Key Experimental Results¶
Main Results¶
The authors compare C4Approx with Pivot, PrunedPivot, and the algorithm by Assadi et al. on various real-world datasets. Representative results include:
| Dataset / Setting | Memory % | C4Approx Cost | Pivot Cost | Remarks |
|---|---|---|---|---|
| ImageNet-21K (embeddings + cosine threshold) | 2% nodes | Comparable to Pivot | 100% node storage | Maintains accuracy at 100x compression |
| Sparse Graphs (uneven cluster sizes) | 2% nodes | Significantly better than Assadi et al. | — | Sparse graphs are a weakness for Assadi's algorithm |
| Averaged multiple runs | 2% nodes | Low variance | — | Decomposition effectively suppresses variance |
Ablation Study¶
| Configuration | Performance | Description |
|---|---|---|
| C4Approx (Full) | Close to Pivot | Both decomposition and cluster sampling are present |
| SimpleSampling Only | Additive error \(\Theta(n^2/\sqrt q)\) | Confirms theoretical view that naive sampling cannot reduce error to \(o(n^{1.5})\) in \(o(n)\) space |
| No Degree Decomposition | High variance | Validates the criticality of Variance Reduction |
| Assadi et al. on Sparse | Unstable | Difficult to keep additive \(\delta n^2\) small simultaneously |
Key Findings¶
- In the node-arrival model, additive error is inevitable (Lower Bound 2: a \(c\)-approximation with \(d=0\) requires \(\Omega(n)\) bits). Multiple passes are also necessary (Lower Bound 1: a one-pass \((c,d)\)-approximation requires \(\Omega(n)\) bits). This provides a clear characterization of the model's inherent difficulty.
- Storing only \(\sim 2\%\) of nodes is sufficient to approach Pivot's performance—empirical evidence shows that "sublinear memory + a few passes" is a viable strategy for node-arrival models.

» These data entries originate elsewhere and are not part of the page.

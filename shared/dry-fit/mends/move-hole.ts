import type { Point } from "../../geometry/path.ts";
import { isShorter } from "../../geometry/tolerance.ts";
import { jointUnder } from "../../hardware/barrel-foot.ts";
import { edgeOverlapMm } from "../../hardware/edge-grip.ts";
import { nearestPlace } from "../../hardware/nearest-place.ts";
import { seenDiameterMm } from "../../hardware/standoff-parts.ts";
import type { Hole } from "../../mockup/document.ts";
import type { PieceFigures } from "../../stack/figures.ts";
import { formatFine } from "../../units/format-length.ts";
import type { Finding } from "../finding.ts";
import { footGround, footShare } from "../foot-share.ts";
import { gripFault } from "../grip-fault.ts";
import { holeEdgeFault } from "../hole-edge-fault.ts";
import type { Mend, MendStep } from "../mend.ts";
import { type FrontPlace, frontAt, thingsOver } from "../on-panel.ts";
import type { RuleInput } from "../rule.ts";
import { pieceAt, type StandoffLayer, standoffLayerOf } from "../standoff-layers.ts";
import { intoWindow, isEmptyWindow, windowOfHole } from "../window-of-hole.ts";

/**
 * Moves a finding's hole to the nearest place where it keeps off the edges, its front lies on one level and its foot
 * stands on what the barrels stand on and over no open joint, as wide as it has to be there. A place where its stud grips as
 * before goes before a nearer one where it no longer would. None when there is no such place near by.
 */
export function moveHoleMends({ layerKey, holeId }: Finding, input: RuleInput): Mend[] {
  const standing = standoffLayerOf(input, layerKey);
  const hole = standing?.hold.holes.find(({ id }) => id === holeId);
  if (!standing || !hole) return [];
  const fits = fitsAt(standing, hole, input);
  const place = nearestPlace(hole, (at) => fits(at, "grips")) ?? nearestPlace(hole, (at) => fits(at, "any"));
  if (!place) return [];
  const { key } = standing.layer;
  const { diameter } = movedTo(standing, hole, place, input);
  const steps: MendStep[] = [{ kind: "hole place", layerKey: key, holeId: hole.id, ...place }];
  if (diameter !== hole.diameter) steps.push({ kind: "hole diameter", layerKey: key, holeId: hole.id, diameter });
  const far = formatFine(Math.hypot(place.x - hole.x, place.y - hole.y), input.context.unit);
  return [{ label: `Move it by ${far}`, steps }];
}

/** The hole at another place, as wide as its window there asks for; as wide as it was where there is none. */
function movedTo({ hold }: StandoffLayer, hole: Hole, place: Point, input: RuleInput): Hole {
  const moved = { ...hole, x: place.x, y: place.y };
  const holes = hold.holes.map((one) => (one.id === hole.id ? moved : one));
  const window = windowOfHole({ hardware: hold.hardware, holes }, moved, input);
  return window && !isEmptyWindow(window) ? { ...moved, diameter: intoWindow(hole.diameter, window) } : moved;
}

type Fits = (place: Point, grip: "grips" | "any") => boolean;

function fitsAt(layer: StandoffLayer, hole: Hole, input: RuleInput): Fits {
  const { hold, level } = layer;
  const { limits } = input;
  const { hardware } = hold;
  const held = pieceAt(layer, hole);
  // A standoff goes on holding the piece that it holds; one that holds none may come to hold any.
  const standing = held ? { ...layer, pieces: [held] } : layer;
  const over = thingsOver(input, level);
  const grounds = new Map(standing.pieces.map((piece) => [piece.pieceId, footGround(standing, piece, input)]));
  const apart = Math.max(hardware.barrelDiameter, seenDiameterMm(hardware));
  const others = hold.holes.filter((other) => other.id !== hole.id);
  const front = (place: Point, piece: PieceFigures) =>
    frontAt(place, { hold, piece, things: over(piece), clearanceMm: limits.capClearanceMm });
  const isLoose = ({ stack }: FrontPlace) => gripFault(hardware, { stack, offset: hold.offset }, limits) !== null;
  const wasLoose = held !== null && isLoose(front(hole, held));
  return (place, grip) => {
    if (others.some((other) => isShorter(Math.hypot(other.x - place.x, other.y - place.y), apart))) return false;
    const moved = movedTo(standing, hole, place, input);
    const piece = pieceAt(standing, moved);
    const ground = piece && grounds.get(piece.pieceId);
    if (!piece || !ground) return false;
    if (holeEdgeFault(standing, moved, limits)) return false;
    if (hardware.kind === "edgeGrip") {
      const overlap = edgeOverlapMm(hardware.barrelDiameter, piece.region, place);
      if (isShorter(overlap, limits.edgeGripMm) || isShorter(hardware.gripDepth, overlap)) return false;
    }
    const at = front(place, piece);
    if (grip === "grips" && !wasLoose && isLoose(at)) return false;
    if (at.over.length > 0 || at.under.length > 0) return false;
    if (jointUnder({ x: place.x, y: place.y, diameter: hardware.barrelDiameter }, ground.openJoints)) return false;
    return !isShorter(footShare(place, hardware.barrelDiameter, ground, input), limits.footShare);
  };
}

- Comparison with Assadi et al.: To reduce their additive \(\delta n^2\) to \(n^{0.1}\), \(\delta\) must be \(n^{-1.9}\), which would require \(\Omega(n^{9.5})\) space—making it impractical.
Highlights & Insights¶
- Model Innovation: Node-arrival, rather than edge-arrival, is a more realistic perspective for big data streams. This direction was previously underestimated; the authors formalize it and provide the first algorithm with matching lower bounds.

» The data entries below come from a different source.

import { measureSupport } from "../../bonds/support.ts";
import { boxOfRegion } from "../../geometry/box.ts";
import type { Box, Point } from "../../geometry/path.ts";
import { isShorter, lengthsEqual } from "../../geometry/tolerance.ts";
import { regionTransform, translateMatrix } from "../../geometry/transform.ts";
import type { PieceFigures } from "../../stack/figures.ts";
import { boardRegion } from "../../stack/piece-region.ts";
import { areasTouch, spreadOf } from "../../stack/touching.ts";
import { formatFine } from "../../units/format-length.ts";
import type { Finding } from "../finding.ts";
import type { Mend } from "../mend.ts";
import type { RuleInput } from "../rule.ts";
import { piecesBelow, supportOf } from "../under.ts";
import { layersWithFigures } from "../words.ts";

/** A little more than needed, so that rounding leaves nothing over the edge, mm. */
const spareMm = 0.1;

/**
 * Moves a piece that hangs over back onto one thing under it, straight along the board, when no more than the reach that
 * may hang over is needed for it.
 */
export function moveOntoSupport(finding: Finding, input: RuleInput): Mend[] {
  const found = layersWithFigures(input).find(({ layer }) => layer.key === finding.layerKey);
  const piece = found?.pieces.find((one) => one.piece.id === finding.pieceIds[0]);
  if (!found || !piece) return [];
  const { figures } = piece;
  const moves = thingsNear(found.level, figures, input)
    .map((box) => moveInto(figures.box, box))
    .filter((move) => move !== null)
    .filter(({ x, y }) => (x !== 0 || y !== 0) && !isShorter(input.limits.reachMm, Math.hypot(x, y)))
    .toSorted((a, b) => Math.hypot(a.x, a.y) - Math.hypot(b.x, b.y));
  const move = moves.find((one) => liesWell(found.level, figures, one, input));
  if (!move) return [];
  const label = `Move it ${formatFine(Math.hypot(move.x, move.y), input.context.unit)} onto its support`;
  return [{ label, steps: [{ kind: "move pieces", pieceIds: [piece.piece.id], dx: move.x, dy: move.y }] }];
}

/** Boxes of what the piece could lie on at its height: the board, and each piece below. */
function thingsNear(level: number, { bottom }: PieceFigures, input: RuleInput): Box[] {
  const { document, figures, kernel } = input;
  const boxes = piecesBelow(input, level)
    .filter(({ top, areaMm2 }) => areaMm2 > 0 && lengthsEqual(top.nominal, bottom.nominal))
    .map(({ box }) => box);
  const board = lengthsEqual(figures.backerTop.nominal, bottom.nominal)
    ? boxOfRegion(boardRegion(document.board, kernel))
    : null;
  return board ? [...boxes, board] : boxes;
}

/** The shortest move that brings a box into another with a little to spare; null when it is too large for it. */
function moveInto(inner: Box, outer: Box): Point | null {
  const along = (start: number, length: number, from: number, room: number): number | null => {
    if (length > room) return null;
    const spare = Math.min(spareMm, (room - length) / 2);
    if (start < from) return roundedUp(from + spare - start);
    if (start + length > from + room) return -roundedUp(start + length - from - room + spare);
    return 0;
  };
  const x = along(inner.x, inner.width, outer.x, outer.width);
  const y = along(inner.y, inner.height, outer.y, outer.height);
  return x === null || y === null ? null : { x, y };
}

/** To whole hundredths. */
const roundedUp = (mm: number): number => Math.ceil(mm * 100 - 1e-6) / 100;

/** Whether the piece lies well there: nothing higher is under it, and no more hangs over than may. */
function liesWell(level: number, figures: PieceFigures, move: Point, input: RuleInput): boolean {
  const { kernel, limits } = input;
  const region = regionTransform(figures.region, translateMatrix(move.x, move.y));
  const spread = spreadOf(region);
  if (!spread.box) return false;
  const higher = piecesBelow(input, level).filter(({ top }) => isShorter(figures.bottom.nominal, top.nominal));
  if (higher.some((other) => areasTouch(spread, other, kernel))) return false;
  const support = supportOf(input, level, { ...figures, box: spread.box });
  const { unsupportedShare, reachMm } = measureSupport(region, support, kernel);
  return reachMm !== null && unsupportedShare <= limits.unsupportedCaution && reachMm <= limits.reachMm;
}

- Transferable Paradigm: The "Reference Set + High/Low Degree Decomposition" framework could be directly applied to other streaming graph problems requiring on-demand edge queries (e.g., triangle counting, community detection, cut sparsifiers).

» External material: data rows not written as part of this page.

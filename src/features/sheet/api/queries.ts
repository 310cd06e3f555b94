import { queryOptions } from "@tanstack/react-query";
import { getRevision, getSheet, type Revision } from "#shared/contracts/revisions.ts";
import { call } from "@/lib/api-client.ts";
import { revisionKeys } from "@/lib/revision-keys.ts";

const pollMs = 2000;

/** A revision whose PDF is not stored yet, so that there is no sheet to show. */
export const isUnready = ({ state }: Pick<Revision, "state">): boolean => state === "preparing" || state === "draft";

export const sheetQueries = {
  /** Asked again while it is being prepared. */
  revision: (shop: string, revisionId: string) =>
    queryOptions({
      queryKey: revisionKeys.revision(shop, revisionId),
      queryFn: ({ signal }) => call(getRevision, { params: { shop, revisionId }, signal }),
      refetchInterval: ({ state }) => (state.data?.state === "preparing" ? pollMs : false),
    }),
  sheet: (shop: string, revisionId: string) =>
    queryOptions({
      queryKey: revisionKeys.sheet(shop, revisionId),
      queryFn: ({ signal }) => call(getSheet, { params: { shop, revisionId }, signal }),
    }),
};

- Theoretical & Empirical Alignment: The matching upper and lower bounds, combined with experiments confirming that theoretical constants (like \(k=37\)) are practical, make this a rare "ready-to-run" algorithmic theory paper.
Limitations & Future Work¶
- The \((O(1), n^{1-\alpha})\) additive error boundary has little impact on dense ground truth (\(|E^{\text{mis}}|\gg n^{1-\alpha}\)), but in "nearly perfectly clusterable" low-cost scenarios, the additive term might overshadow the true value.
- The algorithm relies on a predefined random permutation \(\pi\). If the stream is adversarial (e.g., malicious nodes arriving first), the i.i.d. assumption might be violated; robustness is left for future work.
- Experiments focused on synthetic similarity graphs (embeddings + threshold); performance on scenarios where the similarity oracle itself is expensive (e.g., LLM-based judging) remains unexamined.
Related Work & Insights¶
- vs. Pivot / PrunedPivot: This work inherits their \(O(1)\)-approximation guarantees. Its key contribution is porting these to the sublinear memory + node-arrival constraint model.
- vs. Assadi et al. 2023 (edge stream): While the output format is similar, this paper's additive term \(n^{1-\alpha}\) is much tighter than their \(\delta n^2\). The lower bounds also provide a more granular characterization of the model.
- vs. Dynamic Algorithms (Insertion/Deletion Streams): That line of research focuses on update time and still requires \(\Omega(n)\) space; this work is complementary.
Rating¶
- Novelty: ⭐⭐⭐⭐⭐ The first systematic sublinear algorithm for correlation clustering in node-arrival streams, complete with lower bounds.
- Experimental Thoroughness: ⭐⭐⭐ Real-world data is used, but limited to similarity graphs generated by embedding thresholds.
- Writing Quality: ⭐⭐⭐⭐ Rigorous theoretical derivation with clear definitions, lemmas, and theorems.
- Value: ⭐⭐⭐⭐ Directly applicable to "clusterability metrics" for large-scale similarity graphs; the paradigm is highly transferable.